PROBLEM DESCRIPTION: The data below should be copied over with complete accuracy.

---------- PROVIDED DATA

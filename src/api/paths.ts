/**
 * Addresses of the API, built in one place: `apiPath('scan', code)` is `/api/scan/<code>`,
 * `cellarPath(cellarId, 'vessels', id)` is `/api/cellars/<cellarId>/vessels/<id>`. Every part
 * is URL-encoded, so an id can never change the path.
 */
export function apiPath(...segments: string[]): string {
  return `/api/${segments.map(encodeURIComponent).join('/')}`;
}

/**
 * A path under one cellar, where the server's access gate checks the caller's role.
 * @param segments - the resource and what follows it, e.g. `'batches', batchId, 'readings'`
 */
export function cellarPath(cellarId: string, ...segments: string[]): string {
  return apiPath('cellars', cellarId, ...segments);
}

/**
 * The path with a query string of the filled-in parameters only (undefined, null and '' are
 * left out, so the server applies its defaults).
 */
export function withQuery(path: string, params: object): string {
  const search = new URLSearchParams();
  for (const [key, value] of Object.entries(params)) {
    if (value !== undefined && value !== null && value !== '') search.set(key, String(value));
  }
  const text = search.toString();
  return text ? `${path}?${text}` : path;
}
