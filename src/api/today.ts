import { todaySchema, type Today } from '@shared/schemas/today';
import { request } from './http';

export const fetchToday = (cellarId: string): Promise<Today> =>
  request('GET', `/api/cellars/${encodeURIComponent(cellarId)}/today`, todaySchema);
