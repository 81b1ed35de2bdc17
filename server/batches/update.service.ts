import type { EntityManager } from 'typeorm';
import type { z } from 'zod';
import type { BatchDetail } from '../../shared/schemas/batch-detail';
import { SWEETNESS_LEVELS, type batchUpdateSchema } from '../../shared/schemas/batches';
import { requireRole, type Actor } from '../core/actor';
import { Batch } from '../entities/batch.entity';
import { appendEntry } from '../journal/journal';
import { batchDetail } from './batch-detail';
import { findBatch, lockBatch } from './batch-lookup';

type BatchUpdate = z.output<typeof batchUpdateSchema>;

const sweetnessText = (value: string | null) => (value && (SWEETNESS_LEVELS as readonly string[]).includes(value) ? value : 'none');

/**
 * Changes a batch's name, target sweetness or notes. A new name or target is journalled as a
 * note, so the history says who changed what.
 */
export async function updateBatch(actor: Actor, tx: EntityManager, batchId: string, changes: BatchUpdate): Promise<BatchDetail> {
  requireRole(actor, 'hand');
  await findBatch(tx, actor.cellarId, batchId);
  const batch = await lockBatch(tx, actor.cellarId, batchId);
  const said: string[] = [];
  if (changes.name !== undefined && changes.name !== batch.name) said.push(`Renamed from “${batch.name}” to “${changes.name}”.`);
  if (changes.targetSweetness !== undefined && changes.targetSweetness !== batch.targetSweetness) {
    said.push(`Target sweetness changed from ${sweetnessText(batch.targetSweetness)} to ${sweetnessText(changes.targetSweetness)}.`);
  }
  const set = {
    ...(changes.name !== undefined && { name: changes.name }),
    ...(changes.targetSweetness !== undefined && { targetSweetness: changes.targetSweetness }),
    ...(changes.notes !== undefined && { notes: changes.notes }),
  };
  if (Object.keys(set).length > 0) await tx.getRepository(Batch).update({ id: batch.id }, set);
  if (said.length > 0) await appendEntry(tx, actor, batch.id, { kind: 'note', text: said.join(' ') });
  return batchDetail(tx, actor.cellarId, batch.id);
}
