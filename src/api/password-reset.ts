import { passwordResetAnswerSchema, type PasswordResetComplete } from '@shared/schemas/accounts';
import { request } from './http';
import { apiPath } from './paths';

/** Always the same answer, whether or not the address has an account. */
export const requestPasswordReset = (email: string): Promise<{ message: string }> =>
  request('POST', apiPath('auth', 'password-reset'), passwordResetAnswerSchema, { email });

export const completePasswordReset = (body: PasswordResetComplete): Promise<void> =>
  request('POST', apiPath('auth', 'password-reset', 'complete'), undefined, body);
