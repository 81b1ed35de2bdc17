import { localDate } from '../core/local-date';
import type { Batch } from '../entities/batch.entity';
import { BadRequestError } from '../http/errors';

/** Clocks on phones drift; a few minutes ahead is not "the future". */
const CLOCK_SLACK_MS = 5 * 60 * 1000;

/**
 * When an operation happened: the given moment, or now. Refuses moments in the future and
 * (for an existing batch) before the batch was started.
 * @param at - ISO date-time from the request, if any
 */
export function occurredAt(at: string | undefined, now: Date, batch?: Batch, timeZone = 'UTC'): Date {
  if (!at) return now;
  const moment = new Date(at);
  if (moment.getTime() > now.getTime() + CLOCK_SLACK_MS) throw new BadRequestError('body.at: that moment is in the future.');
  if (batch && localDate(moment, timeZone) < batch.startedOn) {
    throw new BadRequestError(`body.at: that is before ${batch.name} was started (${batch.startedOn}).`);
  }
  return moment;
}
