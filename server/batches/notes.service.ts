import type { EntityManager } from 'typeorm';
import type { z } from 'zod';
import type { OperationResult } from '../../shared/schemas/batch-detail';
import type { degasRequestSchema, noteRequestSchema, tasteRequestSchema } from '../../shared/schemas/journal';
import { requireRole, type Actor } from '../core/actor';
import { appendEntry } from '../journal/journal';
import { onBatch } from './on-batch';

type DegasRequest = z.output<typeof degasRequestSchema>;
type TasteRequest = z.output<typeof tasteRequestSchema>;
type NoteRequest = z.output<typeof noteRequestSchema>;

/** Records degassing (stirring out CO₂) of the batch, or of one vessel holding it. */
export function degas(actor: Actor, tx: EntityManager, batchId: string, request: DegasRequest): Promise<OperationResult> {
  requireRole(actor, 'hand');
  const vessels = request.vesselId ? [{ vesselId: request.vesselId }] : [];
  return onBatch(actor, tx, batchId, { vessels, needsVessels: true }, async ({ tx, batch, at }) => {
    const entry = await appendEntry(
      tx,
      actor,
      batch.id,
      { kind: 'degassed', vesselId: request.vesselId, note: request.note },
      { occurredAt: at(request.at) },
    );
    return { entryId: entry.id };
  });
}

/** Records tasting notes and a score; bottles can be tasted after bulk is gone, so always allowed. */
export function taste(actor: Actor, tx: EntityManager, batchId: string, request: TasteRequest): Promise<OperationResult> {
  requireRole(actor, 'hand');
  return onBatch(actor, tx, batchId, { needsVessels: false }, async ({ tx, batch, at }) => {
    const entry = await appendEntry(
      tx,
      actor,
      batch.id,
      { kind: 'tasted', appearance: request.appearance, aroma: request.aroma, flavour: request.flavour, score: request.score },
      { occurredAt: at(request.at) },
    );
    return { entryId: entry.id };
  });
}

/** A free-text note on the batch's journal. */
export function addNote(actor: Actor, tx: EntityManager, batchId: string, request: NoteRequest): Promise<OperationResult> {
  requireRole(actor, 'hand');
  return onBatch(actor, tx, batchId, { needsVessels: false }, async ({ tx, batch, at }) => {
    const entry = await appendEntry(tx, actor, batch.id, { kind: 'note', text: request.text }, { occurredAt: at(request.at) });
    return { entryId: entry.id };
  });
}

--------------------

RESPONSE AREA:
filename src/api/paths.ts
/**
 * Addresses of the API, built in one place: `apiPath('scan', code)` is `/api/scan/<code>`,
 * `cellarPath(cellarId, 'vessels', id)` is `/api/cellars/<cellarId>/vessels/<id>`. Every part
 * is URL-encoded, so an id can never change the path.
 */
export function apiPath(...segments: string[]): string {
  return `/api/${segments.map(encodeURIComponent).join('/')}`;
}

/**
 * A path under one cellar, where the server's access gate checks the caller's role.
 * @param segments - the resource and what follows it, e.g. `'batches', batchId, 'readings'`
 */
export function cellarPath(cellarId: string, ...segments: string[]): string {
  return apiPath('cellars', cellarId, ...segments);
}

/**
 * The path with a query string of the filled-in parameters only (undefined, null and '' are
 * left out, so the server applies its defaults).
 */
export function withQuery(path: string, params: object): string {
  const search = new URLSearchParams();
  for (const [key, value] of Object.entries(params)) {
    if (value !== undefined && value !== null && value !== '') search.set(key, String(value));
  }
  const text = search.toString();
  return text ? `${path}?${text}` : path;
}
filename src/api/today.ts
import { todaySchema, type Today } from '@shared/schemas/today';
import { request } from './http';

export const fetchToday = (cellarId: string): Promise<Today> =>
  request('GET', `/api/cellars/${encodeURIComponent(cellarId)}/today`, todaySchema);
repository 81b1ed35de2bdc17
filename server/batches/update.service.ts
import type { EntityManager } from 'typeorm';
import type { z } from 'zod';
import type { BatchDetail } from '../../shared/schemas/batch-detail';
import { SWEETNESS_LEVELS, type batchUpdateSchema } from '../../shared/schemas/batches';
import { requireRole, type Actor } from '../core/actor';
import { Batch } from '../entities/batch.entity';
import { appendEntry } from '../journal/journal';
import { batchDetail } from './batch-detail';
import { findBatch, lockBatch } from './batch-lookup';

type BatchUpdate = z.output<typeof batchUpdateSchema>;

const sweetnessText = (value: string | null) => (value && (SWEETNESS_LEVELS as readonly string[]).includes(value) ? value : 'none');

/**
 * Changes a batch's name, target sweetness or notes. A new name or target is journalled as a
 * note, so the history says who changed what.
 */
export async function updateBatch(actor: Actor, tx: EntityManager, batchId: string, changes: BatchUpdate): Promise<BatchDetail> {
  requireRole(actor, 'hand');
  await findBatch(tx, actor.cellarId, batchId);
  const batch = await lockBatch(tx, actor.cellarId, batchId);
  const said: string[] = [];
  if (changes.name !== undefined && changes.name !== batch.name) said.push(`Renamed from “${batch.name}” to “${changes.name}”.`);
  if (changes.targetSweetness !== undefined && changes.targetSweetness !== batch.targetSweetness) {
    said.push(`Target sweetness changed from ${sweetnessText(batch.targetSweetness)} to ${sweetnessText(changes.targetSweetness)}.`);
  }
  const set = {
    ...(changes.name !== undefined && { name: changes.name }),
    ...(changes.targetSweetness !== undefined && { targetSweetness: changes.targetSweetness }),
    ...(changes.notes !== undefined && { notes: changes.notes }),
  };
  if (Object.keys(set).length > 0) await tx.getRepository(Batch).update({ id: batch.id }, set);
  if (said.length > 0) await appendEntry(tx, actor, batch.id, { kind: 'note', text: said.join(' ') });
  return batchDetail(tx, actor.cellarId, batch.id);
}
filename src/api/password-reset.ts
import { passwordResetAnswerSchema, type PasswordResetComplete } from '@shared/schemas/accounts';
import { request } from './http';
import { apiPath } from './paths';

/** Always the same answer, whether or not the address has an account. */
export const requestPasswordReset = (email: string): Promise<{ message: string }> =>
  request('POST', apiPath('auth', 'password-reset'), passwordResetAnswerSchema, { email });

export const completePasswordReset = (body: PasswordResetComplete): Promise<void> =>
  request('POST', apiPath('auth', 'password-reset', 'complete'), undefined, body);
repository 81b1ed35de2bdc17
import { localDate } from '../core/local-date';
import type { Batch } from '../entities/batch.entity';
import { BadRequestError } from '../http/errors';

/** Clocks on phones drift; a few minutes ahead is not "the future". */
const CLOCK_SLACK_MS = 5 * 60 * 1000;

/**
 * When an operation happened: the given moment, or now. Refuses moments in the future and
 * (for an existing batch) before the batch was started.
 * @param at - ISO date-time from the request, if any
 */
export function occurredAt(at: string | undefined, now: Date, batch?: Batch, timeZone = 'UTC'): Date {
  if (!at) return now;
  const moment = new Date(at);
  if (moment.getTime() > now.getTime() + CLOCK_SLACK_MS) throw new BadRequestError('body.at: that moment is in the future.');
  if (batch && localDate(moment, timeZone) < batch.startedOn) {
    throw new BadRequestError(`body.at: that is before ${batch.name} was started (${batch.startedOn}).`);
  }
  return moment;
}
filename server/batches/notes.service.ts
import type { EntityManager } from 'typeorm';
import type { z } from 'zod';
import type { OperationResult } from '../../shared/schemas/batch-detail';
import type { degasRequestSchema, noteRequestSchema, tasteRequestSchema } from '../../shared/schemas/journal';
import { requireRole, type Actor } from '../core/actor';
import { appendEntry } from '../journal/journal';
import { onBatch } from './on-batch';

type DegasRequest = z.output<typeof degasRequestSchema>;
type TasteRequest = z.output<typeof tasteRequestSchema>;
type NoteRequest = z.output<typeof noteRequestSchema>;

/** Records degassing (stirring out CO₂) of the batch, or of one vessel holding it. */
export function degas(actor: Actor, tx: EntityManager, batchId: string, request: DegasRequest): Promise<OperationResult> {
  requireRole(actor, 'hand');
  const vessels = request.vesselId ? [{ vesselId: request.vesselId }] : [];
  return onBatch(actor, tx, batchId, { vessels, needsVessels: true }, async ({ tx, batch, at }) => {
    const entry = await appendEntry(
      tx,
      actor,
      batch.id,
      { kind: 'degassed', vesselId: request.vesselId, note: request.note },
      { occurredAt: at(request.at) },
    );
    return { entryId: entry.id };
  });
}

/** Records tasting notes and a score; bottles can be tasted after bulk is gone, so always allowed. */
export function taste(actor: Actor, tx: EntityManager, batchId: string, request: TasteRequest): Promise<OperationResult> {
  requireRole(actor, 'hand');
  return onBatch(actor, tx, batchId, { needsVessels: false }, async ({ tx, batch, at }) => {
    const entry = await appendEntry(
      tx,
      actor,
      batch.id,
      { kind: 'tasted', appearance: request.appearance, aroma: request.aroma, flavour: request.flavour, score: request.score },
      { occurredAt: at(request.at) },
    );
    return { entryId: entry.id };
  });
}

/** A free-text note on the batch's journal. */
export function addNote(actor: Actor, tx: EntityManager, batchId: string, request: NoteRequest): Promise<OperationResult> {
  requireRole(actor, 'hand');
  return onBatch(actor, tx, batchId, { needsVessels: false }, async ({ tx, batch, at }) => {
    const entry = await appendEntry(tx, actor, batch.id, { kind: 'note', text: request.text }, { occurredAt: at(request.at) });
    return { entryId: entry.id };
  });
}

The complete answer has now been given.